Final conclusion of the Case of Transgressing Tardigrades

It is clear that the international community, not just the United States, is at a crossroads when it comes to dealing with private actors in a historically government-driven industry. While the majority of the commercial space actors within the US have acted responsibly and have built up much needed trust that has allowed the sector to flourish, this private-public relationship is fragile and can be easily damaged with few bad actors.

Private sector space activity affects not just civil space activity, but scientific activity and national security discussions. That is to say, there are multiple and often conflicting uses of outer space that are being considered by both private and government entities. Space activities do not need to be considered as a zero-sum game; there does not need to be a “winner” and a “loser” in space. With careful consideration and adherence to regulatory strategies that ensure an even playing field for international participation, space activities can be undertaken by public and private sector alike.

Space is big, some argue, and there is plenty of room for everyone. Though this may be physically true, realistically the space we are able to access and utilize is finite. Meanwhile, protecting the right for States, companies, and peoples to explore and study space does not necessarily mean all celestial bodies must remain perfectly pristine. Indeed, perfectly pristine planetary protection measures are likely to be both technologically and physically impossible. Instead, policy should ensure that people who can exercise their freedom to explore do not also contaminate, change, or alter the celestial body in ways that will harm, detrimentally exploit, or impact future missions or future interests in space. In other words, for locations of astrobiological interest, science interests might supersede private commercial interests. A balancing between interests is necessary, and a conversation must be had.

Sustainable space exploration should balance the needs and interests of future generations with the desires and interests of the present generation.
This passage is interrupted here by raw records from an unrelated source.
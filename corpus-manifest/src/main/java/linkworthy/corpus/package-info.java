/**
 * The pictures: what a picture is, the manifest that lists them, and reading them safely.
 *
 * <p>What must stay fixed: nothing is allocated for a picture that its manifest does not announce;
 * every file is checked against its SHA-256 before it is used; samples are row-major, 0 to the peak
 * of the bit depth. What a manifest of one's own may hold is checked in one place, {@link
 * linkworthy.corpus.ManifestEntry}.
 *
 * <p>One more file format is one constant of {@code PictureFormat} (signature and reader), one line
 * in its round-trip test and one name in the fuzz test's list.
 */
@NullMarked
package linkworthy.corpus;

import org.jspecify.annotations.NullMarked;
And while some assert that “those who get their first, make the rules,” this is neither a principle of international law or international relations, nor is it a rational or equitable method of developing norms for emerging behavior. Instead, we think there are other approaches that capture the spirit of adventure and development that is driving a new age of space, while still respecting our common roots on Earth with the rest of humanity. We can also be guided by Article I of the Outer Space Treaty, which requires that the “exploration and use of outer space, including the Moon and other celestial bodies, shall be carried out for the benefit and in the interests of all countries, irrespective of their degree of economic or scientific development.” We are entrusted to fulfill this vision.


  1. See Report of the Legal Subcommittee on its fifty-seventh session, held in Vienna from 9 to 20 April 2018 (A/AC.105/1177), p. 31.
  2. See Proposal for the establishment of a working group for the development of an international regime for the utilization and exploitation of space resources: Working paper by Belgium and Greece (A/AC.105/C.2/L.311), published 4 March 2019.